___ EXERCISE DATA
import { DEFAULT_CONSTANTS } from '../limits';
import type { Setup, WindComponent } from '../setup';

const NO_HARMONIC = { amplitude: 0, peakDay: 0 };

/** A small closed equatorial basin with an island and wind of every kind of season; for specs. */
export function smallSetup(change: Partial<Setup> = {}): Setup {
  return {
    schemaVersion: 1,
    constants: DEFAULT_CONSTANTS,
    basin: {
      name: 'Test water',
      geometry: 'equatorial',
      westDeg: 0,
      eastDeg: 20,
      southDeg: -8,
      northDeg: 8,
      referenceLatitudeDeg: null,
      f0PerS: null,
      betaPerMS: null,
      zonallyPeriodic: false,
      westernCoast: { kind: 'rectangular' },
      islands: [{ kind: 'box', name: '', westDeg: 12, eastDeg: 14, southDeg: -4, northDeg: -2 }],
      sponges: [],
      coastSpacing: null,
    },
    layer: {
      reducedGravityMS2: 0.03,
      restThicknessM: 200,
      dampingPerS: 0,
      temperatureStepK: 15,
      minimumThicknessM: 20,
      entrainment: null,
    },
    wind: {
      components: [
        {
          name: 'trades',
          pattern: { kind: 'zonalBelt', direction: 'eastward', amplitudeNM2: -0.02, latitudeDeg: 4, widthDeg: 3 },
          season: { mean: 1, switchOnDays: 10, annual: NO_HARMONIC, semiannual: NO_HARMONIC },
        },
        {
          name: 'patch',
          pattern: {
            kind: 'gaussianPatch',
            direction: 'northward',
            amplitudeNM2: 0.03,
            longitudeDeg: 7,
            latitudeDeg: 1,
            widthLongitudeDeg: 3,
            widthLatitudeDeg: 2,
          },
          season: {
            mean: 0.5,
            switchOnDays: 0,
            annual: { amplitude: 1, peakDay: 196 },
            semiannual: { amplitude: 0.3, peakDay: 20 },
          },
        },
      ],
      seasonalStrength: 1,
      stressFloorM: 0,
    },
    start: { kind: 'rest' },
    friction: { rayleighPerS: 1e-7, viscosityM2S: 4000, viscosityPatches: [], slip: 'free' },
    numerics: { equations: 'linear', spacingLongitudeDeg: 0.5, spacingLatitudeDeg: 0.5, stepsPerDay: 12 },
    length: { days: 20 },
    output: {
      sections: [
        { name: 'Equator', along: 'latitude', atDeg: 0 },
        { name: 'Middle', along: 'longitude', atDeg: 10 },
      ],
      moorings: [{ name: 'East', longitudeDeg: 18.3, latitudeDeg: 0.2 }],
      frameIntervalDays: 5,
      sectionIntervalDays: 1,
      mooringIntervalDays: 0.25,
      momentumBudget: false,
      vorticityBudget: false,
    },
    ...change,
  };
}

/** The Corvane setup of numerics.md §12, written out here so that the check does not lean on the preset. */
export function corvaneForCheck(seasonalStrength = 1): Setup {
  const belt = (name: string, latitudeDeg: number): WindComponent => ({
    name,
    pattern: { kind: 'zonalBelt', direction: 'eastward', amplitudeNM2: -0.01, latitudeDeg, widthDeg: 6 },
    season: { mean: 1, switchOnDays: 0, annual: NO_HARMONIC, semiannual: NO_HARMONIC },
  });
  return smallSetup({
    basin: {
      name: 'Corvane',
      geometry: 'equatorial',
      westDeg: 0,
      eastDeg: 60,
      southDeg: -17.5,
      northDeg: 17.5,
      referenceLatitudeDeg: null,
      f0PerS: null,
      betaPerMS: null,
      zonallyPeriodic: false,
      westernCoast: { kind: 'slanting', atSouthDeg: 0, atNorthDeg: 6 },
      islands: [{ kind: 'box', name: '', westDeg: 40.5, eastDeg: 43.5, southDeg: -8, northDeg: -6 }],
      sponges: [],
      coastSpacing: null,
    },
    wind: {
      components: [
        belt('Northern trades', 12),
        belt('Southern trades', -12),
        {
          name: 'Season',
          pattern: {
            kind: 'linearShear',
            stressNM2: 0.03,
            overDistanceKm: 1500,
            fullWithinDeg: 10,
            zeroBeyondDeg: 15,
          },
          season: {
            mean: 0,
            switchOnDays: 0,
            annual: { amplitude: 1, peakDay: 196 },
            semiannual: NO_HARMONIC,
          },
        },
      ],
      seasonalStrength,
      stressFloorM: 0,
    },
    friction: { rayleighPerS: 1e-8, viscosityM2S: 4000, viscosityPatches: [], slip: 'free' },
    numerics: { equations: 'linear', spacingLongitudeDeg: 0.25, spacingLatitudeDeg: 0.25, stepsPerDay: 16 },
    length: { days: 2555 },
    output: {
      sections: [{ name: 'Equator', along: 'latitude', atDeg: 0 }],
      moorings: [],
      frameIntervalDays: 5,
      sectionIntervalDays: 5,
      mooringIntervalDays: 1,
      momentumBudget: false,
      vorticityBudget: false,
    },
  });
}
______
= PROBLEM REQUIREMENTS =
The response should be an exact repeat of the data above.

= COMPLETED EXERCISE =
import { DEFAULT_CONSTANTS } from '../limits';
import type { Setup, WindComponent } from '../setup';

const NO_HARMONIC = { amplitude: 0, peakDay: 0 };

/** A small closed equatorial basin with an island and wind of every kind of season; for specs. */
export function smallSetup(change: Partial<Setup> = {}): Setup {
  return {
    schemaVersion: 1,
    constants: DEFAULT_CONSTANTS,
    basin: {
      name: 'Test water',
      geometry: 'equatorial',
      westDeg: 0,
      eastDeg: 20,
      southDeg: -8,
      northDeg: 8,
      referenceLatitudeDeg: null,
      f0PerS: null,
      betaPerMS: null,
      zonallyPeriodic: false,
      westernCoast: { kind: 'rectangular' },
      islands: [{ kind: 'box', name: '', westDeg: 12, eastDeg: 14, southDeg: -4, northDeg: -2 }],
      sponges: [],
      coastSpacing: null,
    },
    layer: {
      reducedGravityMS2: 0.03,
      restThicknessM: 200,
      dampingPerS: 0,
      temperatureStepK: 15,
      minimumThicknessM: 20,
      entrainment: null,
    },
    wind: {
      components: [
        {
          name: 'trades',
          pattern: { kind: 'zonalBelt', direction: 'eastward', amplitudeNM2: -0.02, latitudeDeg: 4, widthDeg: 3 },
          season: { mean: 1, switchOnDays: 10, annual: NO_HARMONIC, semiannual: NO_HARMONIC },
        },
        {
          name: 'patch',
          pattern: {
            kind: 'gaussianPatch',
            direction: 'northward',
            amplitudeNM2: 0.03,
            longitudeDeg: 7,
            latitudeDeg: 1,
            widthLongitudeDeg: 3,
            widthLatitudeDeg: 2,
          },
          season: {
            mean: 0.5,
            switchOnDays: 0,
            annual: { amplitude: 1, peakDay: 196 },
            semiannual: { amplitude: 0.3, peakDay: 20 },
          },
        },
      ],
      seasonalStrength: 1,
      stressFloorM: 0,
    },
    start: { kind: 'rest' },
    friction: { rayleighPerS: 1e-7, viscosityM2S: 4000, viscosityPatches: [], slip: 'free' },
    numerics: { equations: 'linear', spacingLongitudeDeg: 0.5, spacingLatitudeDeg: 0.5, stepsPerDay: 12 },
    length: { days: 20 },
    output: {
      sections: [
        { name: 'Equator', along: 'latitude', atDeg: 0 },
        { name: 'Middle', along: 'longitude', atDeg: 10 },
      ],
      moorings: [{ name: 'East', longitudeDeg: 18.3, latitudeDeg: 0.2 }],
      frameIntervalDays: 5,
      sectionIntervalDays: 1,
      mooringIntervalDays: 0.25,
      momentumBudget: false,
      vorticityBudget: false,
    },
    ...change,
  };
}

/** The Corvane setup of numerics.md §12, written out here so that the check does not lean on the preset. */
export function corvaneForCheck(seasonalStrength = 1): Setup {
  const belt = (name: string, latitudeDeg: number): WindComponent => ({
    name,
    pattern: { kind: 'zonalBelt', direction: 'eastward', amplitudeNM2: -0.01, latitudeDeg, widthDeg: 6 },
    season: { mean: 1, switchOnDays: 0, annual: NO_HARMONIC, semiannual: NO_HARMONIC },
  });
  return smallSetup({
    basin: {
      name: 'Corvane',
      geometry: 'equatorial',
      westDeg: 0,
      eastDeg: 60,
      southDeg: -17.5,
      northDeg: 17.5,
      referenceLatitudeDeg: null,
      f0PerS: null,
      betaPerMS: null,
      zonallyPeriodic: false,
      westernCoast: { kind: 'slanting', atSouthDeg: 0, atNorthDeg: 6 },
      islands: [{ kind: 'box', name: '', westDeg: 40.5, eastDeg: 43.5, southDeg: -8, northDeg: -6 }],
      sponges: [],
      coastSpacing: null,
    },
    wind: {
      components: [
        belt('Northern trades', 12),
        belt('Southern trades', -12),
        {
          name: 'Season',
          pattern: {
            kind: 'linearShear',
            stressNM2: 0.03,
            overDistanceKm: 1500,
            fullWithinDeg: 10,
            zeroBeyondDeg: 15,
          },
          season: {
            mean: 0,
            switchOnDays: 0,
            annual: { amplitude: 1, peakDay: 196 },
            semiannual: NO_HARMONIC,
          },
        },
      ],
      seasonalStrength,
      stressFloorM: 0,
    },
    friction: { rayleighPerS: 1e-8, viscosityM2S: 4000, viscosityPatches: [], slip: 'free' },
    numerics: { equations: 'linear', spacingLongitudeDeg: 0.25, spacingLatitudeDeg: 0.25, stepsPerDay: 16 },
    length: { days: 2555 },
    output: {
      sections: [{ name: 'Equator', along: 'latitude', atDeg: 0 }],
      moorings: [],
      frameIntervalDays: 5,
      sectionIntervalDays: 5,
      mooringIntervalDays: 1,
      momentumBudget: false,
      vorticityBudget: false,
    },
  });
}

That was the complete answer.